▶ [The data]
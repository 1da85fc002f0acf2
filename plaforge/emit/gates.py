"""Gate-level realizations of a two-level cover: NAND-NAND and NOR-NOR networks of explicit gates.

Styles
------
``nand``
    From a cover: each product term is a NAND of its literals, each output the NAND of its terms' NANDs (the
    textbook NAND-NAND form of a sum of products). An output the cover realizes in complement is the AND of those
    NANDs instead (see below for how an AND is built).
``nor``
    From a cover of the *complement* (the caller minimizes the table with ON and OFF swapped and marks every output
    inverted): each product term of the complement is a NOR of its opposite literals (``NOR(x, ~y) = ~x & y``), each
    output the NOR of those terms (the textbook NOR-NOR form of a product of sums).

Any cover and any inversion mask give a correct network in either style; the two above are the natural pairings.

Gates
-----
Gates are ``nand``, ``nor`` and ``not`` of up to ``max_fanin`` inputs. A wider AND (or OR) becomes a balanced tree
whose levels alternate: ``AND(a, b, c, d) = NOR(NAND(a, b), NAND(c, d))``; a lone member of a split is inverted. A
complemented input literal is one shared inverter. Equal gates are made once (structural hashing), and a double
inversion is removed, so a single-literal output is a wire (or the input's inverter) and a constant output a tie:
neither gets a gate of its own.

Static hazards: for a change of one input every product term changes at most once and in one direction, so the
network keeps the hazard behaviour of its cover (see docs/hazards.md).
"""

from __future__ import annotations

import textwrap
from collections import Counter
from collections.abc import Callable
from dataclasses import dataclass

from ..core.caution import caution
from ..core.cube import Cover
from ..core.names import GENERATED_FILE_NAMES, Port, check_names, class_name_for, identifier, ports_of
from ..core.serial import artifact_lines
from ..core.table import Table
from .layout import LINE_LENGTH, Call, Chain, Node, layout, py_string, seq_lines
from .plan import REGISTERED_NOTE, check_clock_ports

__all__ = ["FANINS", "PACKAGES", "STYLES", "Gate", "GateNetwork", "Ref", "gate_network", "gates_module_source"]

STYLES = ("nand", "nor")
FANINS = (2, 3, 4, 8)
"""Fan-in limits offered on the command line."""

PACKAGES = ((2, 4, "quad"), (3, 3, "triple"), (4, 2, "dual"), (8, 1, "single"))
"""Standard packages of two-level gates: (most inputs, gates per package, word). Gates of 5 to 8 inputs take an
8-input gate with spare inputs tied; inverters come six to a package (hex)."""

INVERTERS_PER_PACKAGE = 6

Ref = tuple[str, int]
"""A signal: ``("in", i)`` table input ``i``, ``("gate", k)`` gate ``k``, ``("const", v)`` a tie to 0 or 1."""


@dataclass(frozen=True, slots=True)
class Gate:
    """One gate: ``kind`` is ``"nand"``, ``"nor"`` or ``"not"``; ``inputs`` are :data:`Ref`."""

    kind: str
    inputs: tuple[Ref, ...]


@dataclass(frozen=True)
class GateNetwork:
    """Gates in topological order, what drives each output, and the cover the network realizes."""

    style: str
    cover: Cover
    gates: tuple[Gate, ...]
    outputs: tuple[Ref, ...]
    max_fanin: int

    def counts(self) -> dict[tuple[str, int], int]:
        """(kind, fan-in) -> number of gates, sorted by kind then fan-in."""
        return dict(sorted(Counter((g.kind, len(g.inputs)) for g in self.gates).items()))

    def levels(self) -> list[int]:
        """Per gate, its level: 1 + the highest level among its gate inputs (inputs and ties are level 0)."""
        lv: list[int] = []
        for g in self.gates:
            lv.append(1 + max((lv[v] for kind, v in g.inputs if kind == "gate"), default=0))
        return lv

    @property
    def depth(self) -> int:
        """Gates on the longest path from an input to an output (0 when every output is a wire or a tie)."""
        lv = self.levels()
        return max((lv[v] for kind, v in self.outputs if kind == "gate"), default=0)

    def packages(self) -> list[tuple[str, int, int]]:
        """Per kind of gate: (description, gates, packages), e.g. ``("2-input NAND gates", 37, 10)``."""
        rows = []
        for (kind, fanin), count in self.counts().items():
            if kind == "not":
                rows.append(("inverters", count, -(-count // INVERTERS_PER_PACKAGE)))
                continue
            per = next((p for most, p, _ in PACKAGES if fanin <= most), 0)
            rows.append((f"{fanin}-input {kind.upper()} gates", count, -(-count // per) if per else 0))
        return rows

    def summary_lines(self) -> list[str]:
        """Plain figures: gates per kind and fan-in with the packages they fill, then the depth."""
        lines = []
        for (kind, fanin), (what, count, packs) in zip(self.counts(), self.packages()):
            if kind == "not":
                lines.append(f"{what}: {count}, packages of six: {packs}")
            elif packs:
                per = next(p for most, p, _ in PACKAGES if fanin <= most)
                word = {4: "four", 3: "three", 2: "two", 1: "one"}[per]
                lines.append(f"{what}: {count}, packages of {word}: {packs}"
                             + (" (8-input gates with spare inputs tied)" if 4 < fanin < 8 else ""))
            else:
                lines.append(f"{what}: {count}, wider than any package")
        lines.append(f"gates: {len(self.gates)}, logic depth: {self.depth}")
        return lines

    def check_table(self, table: Table) -> None:
        """Raise :class:`~plaforge.core.errors.ArtifactError` unless the network's names are the table's."""
        check_names(table, self.cover.input_names, self.cover.output_names, "the gate network")


class _Builder:
    def __init__(self, max_fanin: int) -> None:
        self.k = max_fanin
        self.gates: list[Gate] = []
        self.index: dict[tuple[str, tuple[Ref, ...]], int] = {}

    def gate(self, kind: str, inputs: tuple[Ref, ...]) -> Ref:
        if kind == "not":
            (x,) = inputs
            if x[0] == "const":
                return ("const", 1 - x[1])
            if x[0] == "gate" and self.gates[x[1]].kind == "not":
                return self.gates[x[1]].inputs[0]
        key = (kind, tuple(sorted(set(inputs))))
        if key not in self.index:
            self.index[key] = len(self.gates)
            self.gates.append(Gate(*key))
        return ("gate", self.index[key])

    def literal(self, i: int, positive: bool) -> Ref:
        return ("in", i) if positive else self.gate("not", (("in", i),))

    def tree(self, op: str, signals: list[Ref], negate: bool) -> Ref:
        """``op`` ("and"/"or") of ``signals``, complemented when ``negate``, from gates of at most ``k`` inputs."""
        signals = list(dict.fromkeys(signals))
        if len(signals) == 1:
            return self.gate("not", (signals[0],)) if negate else signals[0]
        if len(signals) <= self.k:
            g = self.gate("nand" if op == "and" else "nor", tuple(signals))
            return g if negate else self.gate("not", (g,))
        parts = -(-len(signals) // self.k)
        size, extra = divmod(len(signals), parts)
        groups, at = [], 0
        for p in range(parts):
            step = size + (1 if p < extra else 0)
            groups.append(signals[at:at + step])
            at += step
        # op(all) = dual(op)(~op(group) for each group), complemented
        children = [self.tree(op, g, True) for g in groups]
        return self.tree("or" if op == "and" else "and", children, not negate)


def gate_network(cover: Cover, style: str, max_fanin: int = 8) -> GateNetwork:
    """The ``style`` network of gates realizing ``cover`` (see the module docs).

    Raises
    ------
    ValueError
        Unknown style, or a fan-in limit below 2.
    """
    if style not in STYLES:
        raise ValueError(f"style must be one of {STYLES}, not {style!r}")
    if max_fanin < 2:
        raise ValueError(f"max_fanin must be at least 2, not {max_fanin!r}")
    b = _Builder(max_fanin)
    outputs: list[Ref] = []
    for j in range(cover.n_outputs):
        inv = cover.is_inverted(j)
        terms = cover.cubes_for(j)
        if any(c.care == 0 for c in terms) or not terms:
            outputs.append(("const", int(bool(terms)) ^ inv))
            continue
        made = []
        for c in terms:
            lits = [(i, bool(c.value >> i & 1)) for i in range(cover.n_inputs) if c.care >> i & 1]
            if style == "nand":
                made.append(b.tree("and", [b.literal(i, pos) for i, pos in lits], True))  # ~term
            else:
                made.append(b.tree("or", [b.literal(i, not pos) for i, pos in lits], True))  # term
        if style == "nand":  # OR(terms) = NAND(~terms)
            outputs.append(b.tree("and", made, not inv))
        else:
            outputs.append(b.tree("or", made, inv))
    # a double inversion removed may leave an inverter nothing reads: keep only the gates the outputs reach
    used: set[int] = set()
    stack = [v for kind, v in outputs if kind == "gate"]
    while stack:
        k = stack.pop()
        if k not in used:
            used.add(k)
            stack += [v for kind, v in b.gates[k].inputs if kind == "gate"]
    new = {k: pos for pos, k in enumerate(sorted(used))}

    def moved(r: Ref) -> Ref:
        return ("gate", new[r[1]]) if r[0] == "gate" else r

    gates = tuple(Gate(b.gates[k].kind, tuple(moved(r) for r in b.gates[k].inputs)) for k in sorted(used))
    return GateNetwork(style, cover, gates, tuple(moved(r) for r in outputs), max_fanin)


# -- the Amaranth module ------------------------------------------------------------------------------------------
def _bit(port: Port, b: int) -> str:
    return f"self.{port.name}" if port.scalar else f"self.{port.name}[{b}]"


def port_refs(table: Table, bit: Callable[[Port, int], str]) -> tuple[list[str], list[str]]:
    """Text of each table input and output: ``bit(port, b)`` for the port and bit that carry it."""
    ins, outs = [""] * table.n_inputs, [""] * table.n_outputs
    for p in ports_of(table):
        for b, idx in enumerate(p.members):
            (ins if p.direction == "in" else outs)[idx] = bit(p, b)
    return ins, outs


def gates_module_source(table: Table, network: GateNetwork, *, source_name: str = "", source_digest: str = "",
                        class_name: str | None = None, registered: bool = False) -> str:
    """A stand-alone Python file: one Amaranth component whose logic is the network's gates, one assignment each.

    The file carries the cover the network realizes as ``PLAFORGE_ARTIFACT`` (as the ``sop`` modules do), for
    readers; ``plaforge check`` proves the gates themselves. With ``registered`` every output is a register in the
    ``sync`` domain loaded from its gate (:data:`plaforge.emit.plan.REGISTERED_NOTE`).

    Raises
    ------
    ArtifactError
        If the network's names are not the table's.
    PlaforgeError
        If ``registered`` and the spec has a port named ``clk`` or ``rst``.
    """
    network.check_table(table)
    if registered:
        check_clock_ports(ports_of(table))
    cover = network.cover
    name = class_name if class_name is not None else class_name_for(source_name or table.source)
    if identifier(name, GENERATED_FILE_NAMES) != name:
        raise ValueError(f"class name {name!r} is not usable; give a Python identifier such as 'AddressDecoder'")
    src = (source_name or table.source or "an unnamed table").replace("\\", "/").replace('"', "'")
    form = "NAND-NAND" if network.style == "nand" else "NOR-NOR"
    doc = [f"Source: {src}", f"SHA-256: {source_digest or 'not recorded'}",
           f"Gates of at most {network.max_fanin} inputs:"]
    doc += ["    " + ln for ln in network.summary_lines()]
    doc += ["Check it against the spec, output by output, with: plaforge check SPEC THIS_FILE.py", "",
            "Ports (spec name -> port; bit i of a bus port is spec bit name[i]):"]
    for p in ports_of(table):
        kind = f"{'In' if p.direction == 'in' else 'Out'}({p.width})"
        doc.append(f"    {p.spec_name if p.scalar else f'{p.spec_name}[0..{p.width - 1}]'} -> {p.name}: {kind}")
    if registered:
        doc += ["", *textwrap.wrap(REGISTERED_NOTE, LINE_LENGTH)]
    doc += ["", *textwrap.wrap(caution(registered), LINE_LENGTH)]
    quotes = '"' * 3
    lines = [f"{quotes}{name}: {form} gates generated by plaforge from {src}.", ""]
    lines += [ln.replace(quotes, "'''") for ln in doc] + [quotes]
    lines += ["", "from amaranth.hdl import Module, Signal", "from amaranth.lib import wiring",
              "from amaranth.lib.wiring import In, Out", "", f'__all__ = ["{name}"]', "",
              "# The cover these gates realize, as data, so a checker can prove it against the spec: a JSON",
              "# header, then one line per cover row (inputs, outputs as in PLA)."]
    lines += seq_lines("PLAFORGE_ARTIFACT = ", [py_string(x) for x in artifact_lines(cover)])
    lines += ["", "", f"class {name}(wiring.Component):", f"    {quotes}{form} gates realizing {src}.{quotes}", ""]
    for p in ports_of(table):
        lines.append(f"    {p.name}: {'In' if p.direction == 'in' else 'Out'}({p.width})")
    lines += ["", "    def elaborate(self, platform):", "        m = Module()"]
    ins, outs = port_refs(table, _bit)  # source text inside ``elaborate``

    def ref(r: Ref) -> str:
        return ins[r[1]] if r[0] == "in" else f"g{r[1]}" if r[0] == "gate" else str(r[1])

    if network.gates:
        lines.append("        # One gate per signal: ~(a & b) is a NAND, ~(a | b) a NOR, ~a an inverter.")
    for k, g in enumerate(network.gates):
        lines.append(f"        g{k} = Signal()")
        args = tuple(ref(r) for r in g.inputs)
        op = "&" if g.kind == "nand" else "|"
        expr: Node = "~" + args[0] if g.kind == "not" else Call("~", (Chain(op, args),))
        lines += layout(Call(f"g{k}.eq", (expr,)), 8, "m.d.comb += ", "")
    if registered:
        lines.append("        # Outputs: registers (sync domain) loaded from gates, inputs or ties at every rising")
        lines.append("        # clock edge: they follow the inputs one clock cycle later.")
    else:
        lines.append("        # Outputs: wires from gates, inputs or ties.")
    for j, r in enumerate(network.outputs):
        lines += layout(Call(f"{outs[j]}.eq", (ref(r),)), 8, f"m.d.{'sync' if registered else 'comb'} += ", "")
    lines.append("        return m")
    return "\n".join(lines) + "\n"
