"""Emitters: Amaranth components, Verilog through Amaranth's backend, and stand-alone pytest harnesses."""

from .amaranth import build_component, class_name_for, embedded_artifact, module_source, port_name, ports_of
from .harness import harness_source
from .verilog import verilog_name, verilog_source

__all__ = [
    "build_component",
    "class_name_for",
    "embedded_artifact",
    "harness_source",
    "module_source",
    "port_name",
    "ports_of",
    "verilog_name",
    "verilog_source",
]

▶ [Task] Precisely the line with "from .harness import harness_source" and the lines after it, up to the last line of the entries above, are to be reproduced, and nothing more.

▶ [Final answer]
from .harness import harness_source
from .verilog import verilog_name, verilog_source

__all__ = [
    "build_component",
    "class_name_for",
    "embedded_artifact",
    "harness_source",
    "module_source",
    "port_name",
    "ports_of",
    "verilog_name",
    "verilog_source",
]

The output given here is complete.